Reach your daily quota

Reach Your Daily Quota

 

Now you have that optimum “10” in mind, here are a few ideas to help you reach that target.

Try adding a handful of fresh berries or a chopped banana to your breakfast cereal or porridge, and add mushrooms or tomatoes to your scrambled eggs.

Don’t forget that frozen vegetables count and it doesn’t take long to microwave a bowl of veggies if you’re in a hurry and no time to prepare fresh veggies.

Canned fruit and veg count too and they are equally quick to prepare, but do choose fruit in juice rather than syrup and veg canned in water without added salt or sugar.

Make your own pizza, using a thin based pizza and add extra veggies – sweetcorn, extra sliced tomato, chopped mushroom or some sliced roasted pepper.

There are countless flavours of soup to try, and soups are very simple to make. Start by chopping up a variety of vegetables (onions, carrots, butternut squash, radish, swede, parsnips, sweet potato, mushrooms, sweetcorn and peppers all work well) and sautéing them with a little vegetable oil. Then add homemade or low-salt stock and maybe a can of chopped tomatoes and allow your vegetables to simmer until tender. Either leave soup chunky (like a stew) or blend it to a smooth texture.

Make your own Bolognese sauce and try adding some grated carrot to it.

Don’t just have plain old mashed potatoes, try mashing different root veggies – a mix of potatoes and sweet potatoes, leek and swede mash, cauliflower and potato, parsnip and apple, ring the changes, mash will be tasty and include more veg. These would all make tasty topping for a pie instead of the usual pastry.

When roasting potatoes add a selection of vegetables – parsnips, butternut squash, swede, carrots, peppers, cauliflower and mushrooms are all delicious roasted. Be sparing when adding oil; simply brushing oil on vegetables with a pastry brush is enough.

Pack out those stirfrys with lots of veggies, chopped onion, garlic, peppers and mushrooms when browning your chicken or lean beef, and then broccoli, carrots, sweetcorn, peas, curly kale, spinach and beansprouts.

An omelette is a great way to boost your vegetable count. Onion, tomatoes, peppers, mushrooms, sweetcorn, peas and spinach all work very well when added to the egg mixture. Or you could make a twist on a Spanish omelette, using sweet potatoes instead of white potatoes.

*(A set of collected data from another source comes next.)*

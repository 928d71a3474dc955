#pragma once
// What Humwise knows of one induction motor: nameplate, bearings, driven machine and its
// vibration-severity classification. Plain data; validate() says what is impossible.
//
// Lengths of bearing geometry may be in any one unit (mm or in), as long as the element and
// pitch diameters share it: only their ratio matters.

#include <optional>
#include <string>
#include <string_view>
#include <variant>
#include <vector>

namespace humwise::motor {

enum class DriveKind { DirectOnLine, VariableFrequency };

struct Nameplate {
    double ratedPowerKw = 0;
    double ratedVoltageV = 0;
    double ratedCurrentA = 0;
    double supplyHz = 50;        // rated supply frequency
    double ratedSpeedRpm = 0;    // full-load speed
    std::optional<int> poles;    // derived from the rated speed when absent
    DriveKind drive = DriveKind::DirectOnLine;
    std::optional<int> rotorBars;
    std::optional<int> statorSlots;
};

// Rolling-element bearing by geometry (Randall & Antoni 2011 kinematics; REFERENCE.md 3.1).
struct BearingGeometry {
    int rollingElements = 0;
    double elementDiameter = 0;  // d
    double pitchDiameter = 0;    // D, same unit as d
    double contactAngleDeg = 0;
};

// Defect frequencies as multiples of shaft frequency, as bearing makers and datasets publish
// them. bsf is the ball spin frequency (single: one revolution of the element); a defect on an
// element repeats at 2 x bsf.
struct BearingFactors {
    double bpfo = 0;
    double bpfi = 0;
    double bsf = 0;
    double ftf = 0;
};

struct Bearing {
    std::string designation;
    std::variant<BearingGeometry, BearingFactors> data;
};

enum class DrivenKind { None, CentrifugalPump, Fan, Blower, Compressor, Conveyor, Other };

// The kind's name in the fleet file and the store ("centrifugal-pump", ...), and back; nullopt
// for a name that is none of them.
const char* drivenKindName(DrivenKind kind);
std::optional<DrivenKind> drivenKindFromName(std::string_view name);

struct DrivenMachine {
    DrivenKind kind = DrivenKind::None;
    std::optional<int> vanesOrBlades;  // pump impeller vanes, fan blades
    double speedRatio = 1.0;           // driven shaft speed / motor shaft speed (1 for a coupling)
};

enum class SupportClass { Rigid, Flexible };

// ISO 20816-3 group (1: > 300 kW or shaft height >= 315 mm; 2: 15-300 kW) and support, or for
// machines up to 15 kW the ISO 10816-1 class (I-IV).
struct SeverityClass {
    enum class Standard { Iso20816_3, Iso10816_1 };
    Standard standard = Standard::Iso20816_3;
    int group = 2;                        // ISO 20816-3: 1 or 2
    SupportClass support = SupportClass::Rigid;
    int iso10816Class = 1;                // ISO 10816-1: 1 (I) to 4 (IV)
};

struct Motor {
    std::string tag;
    Nameplate nameplate;
    std::optional<Bearing> driveEndBearing;
    std::optional<Bearing> nonDriveEndBearing;
    DrivenMachine driven;
    SeverityClass severity;
};

struct ValidationIssue {
    std::string field;   // "nameplate.rated_speed_rpm", "bearing_de.element_diameter", ...
    std::string message; // plain words: what is wrong and what would be right
};

std::vector<ValidationIssue> validate(const Motor& motor);
std::vector<ValidationIssue> validate(const Nameplate& nameplate);
std::vector<ValidationIssue> validate(const Bearing& bearing, const std::string& field);

// Synchronous speed 120 f / P in r/min (REFERENCE.md 5).
double synchronousSpeedRpm(double supplyHz, int poles);
// The most poles a nameplate may give or imply (common practice: large low-speed motors stop
// well below this).
inline constexpr int kMaxPoles = 64;
// Poles from the nameplate, or derived from the rated speed: the largest even P whose
// synchronous speed still exceeds the rated speed (P = 2 floor(60 f / n)). nullopt when
// neither is usable, or when the derived P would exceed kMaxPoles.
std::optional<int> polesOf(const Nameplate& nameplate);
// Rated (full-load) slip (ns - n) / ns, when the nameplate allows it.
std::optional<double> ratedSlip(const Nameplate& nameplate);

// Defect factors from geometry (REFERENCE.md 3.1, c = (d / D) cos(phi)):
// FTF = (1 - c) / 2, BPFO = n (1 - c) / 2, BPFI = n (1 + c) / 2, BSF = D / (2 d) (1 - c^2).
BearingFactors factorsFromGeometry(const BearingGeometry& g);
BearingFactors factorsOf(const Bearing& bearing);

} // namespace humwise::motor
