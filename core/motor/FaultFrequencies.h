#pragma once
// The frequencies at which each fault of an induction motor shows, for one operating point.
//
// Notation (REFERENCE.md 4 and 5): f supply frequency, P poles, p = P/2 pole pairs, s slip,
// fr = f (1 - s) / p shaft frequency, R rotor bars.
//   vibration  nX = n fr; 2 x line = 2f; slip frequency s f; pole pass 2 s f (= P (ns - n) / 60);
//              1X +- 2 s f (rotor-bar/pole-pass sidebands); rotor-bar pass R fr and R fr +- 2f;
//              vane/blade pass V fr_driven; bearing BPFO, BPFI, 2 x BSF, FTF (and harmonics),
//              BPFI with 1X sidebands, 2 x BSF with FTF sidebands (Randall & Antoni 2011)
//   current    broken bars (1 +- 2 k s) f (Thomson & Fenger 2001); eccentricity |f +- k fr|
//              (Dorrell, Thomson & Roach 1997); slot harmonics f [(k R +- n_d)(1 - s)/p +- nu],
//              n_d = 0 principal (PSH), 1 dynamic eccentricity (Nandi, Toliyat & Li 2005);
//              shorted turns f [(n / p)(1 - s) +- k], k odd (Thomson; Penman et al. 1994);
//              bearing |f +- m f_v| (Schoen et al. 1995)
// REFERENCE.md marks several of these "from memory (verify)"; the worked 4-pole 50 Hz table
// there is reproduced by the tests.

#include "core/motor/Motor.h"

#include <string>
#include <vector>

namespace humwise::motor {

struct OperatingPoint {
    double lineHz = 50;  // supply frequency present at the motor
    double shaftHz = 0;  // running speed, Hz
    int poles = 4;

    double polePairs() const { return poles / 2.0; }
    double synchronousHz() const { return lineHz / polePairs(); }
    double slip() const { return 1.0 - shaftHz / synchronousHz(); }
    double slipHz() const { return slip() * lineHz; }
    double polePassHz() const { return 2.0 * slipHz(); }
    double speedRpm() const { return shaftHz * 60.0; }
};

// Operating point from a speed (r/min) or a slip.
OperatingPoint operatingPointFromSpeed(double lineHz, int poles, double speedRpm);
OperatingPoint operatingPointFromSlip(double lineHz, int poles, double slip);

enum class LineDomain { Vibration, Envelope, Current };
enum class LineFamily {
    Shaft, Line, SlipAndPolePass, RotorBarPass, VanePass, Bearing, BrokenBar, Eccentricity, SlotHarmonic,
    DynamicEccentricity, ShortedTurn, BearingInCurrent,
};

const char* domainName(LineDomain d);  // "vibration", "envelope", "current"
const char* familyName(LineFamily f);  // "shaft", "line", ...

struct FaultLine {
    std::string id;      // stable for scripts: "1X", "2LF", "BPFO_DE_1", "BRB_LOWER_1", "PSH_K1_NU-1", ...
    std::string label;   // for people: "2x line frequency", "BPFO (DE) x1", "(1 - 2s) f"
    LineFamily family;
    LineDomain domain;
    double frequencyHz = 0;
};

struct FaultLineOptions {
    int shaftHarmonics = 10;   // 1X .. nX
    int bearingHarmonics = 3;
    int sidebandOrders = 3;    // k of broken-bar sidebands
    int eccentricityOrders = 2;
};

std::vector<FaultLine> faultLines(const Motor& motor, const OperatingPoint& op, const FaultLineOptions& options = {});

// Lines of one bearing at shaft frequency fr (for the envelope): BPFO, BPFI, 2xBSF, FTF with
// harmonics; `where` names the bearing ("DE", "NDE").
std::vector<FaultLine> bearingLines(const BearingFactors& f, double shaftHz, const std::string& where, int harmonics,
                                    LineDomain domain);

} // namespace humwise::motor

Mashed avocado or banana make tasty toppings for a slice of toast. Try them as alternatives to your usual lunch or as a substantial snack. Bananas are a great source of energy and nutrients, and avocados are rich in monounsaturated fats, which can help to maintain healthy cholesterol levels. Avocados also contain fibre and a range of essential vitamins.

Liven up your sandwiches with some salad veg, or add a small salad to the plate.

Swap those sugary snacks or a piece of fruit or a few crudités – cucumber sticks, peppers, carrot sticks, cauliflower and broccoli florets with a salsa dip or some hummus.

Sweet potatoes are a good source of the antioxidant beta-carotene. To make sweet potato wedges, cut it into equal-sized chunks, brush with a little vegetable oil and bake in the oven for around 20 minutes. For extra flavour, add a sprinkling of paprika, cumin or chilli before baking.

Add beans, lentils and pulses to stews, bakes and salads – don’t forget though beans and pulses count as a maximum of one portion a day.

Make your own vegetable crisps from beetroot, sweet potato and parsnip, without added fat or salt. Slice the vegetables thinly, place on a lined tray and place in the oven at 175C for 20 mins or until dried out.

Make sure to have a salad or vegetable side dish with your main meal

Having a well-stocked fruit bowl adds colour to your home and may encourage you to snack on fruit rather than grabbing biscuits or cake. Fruit is naturally low in calories and also contains fibre, which helps you feel fuller for longer.

To get the maximum benefits, you need to eat different types of fruit and vegetables. This is because different fruit and vegetables contain different combinations of fibre, minerals and other nutrients. So aim to include a wide variety of fruit and vegetables to get the most nutritional benefit.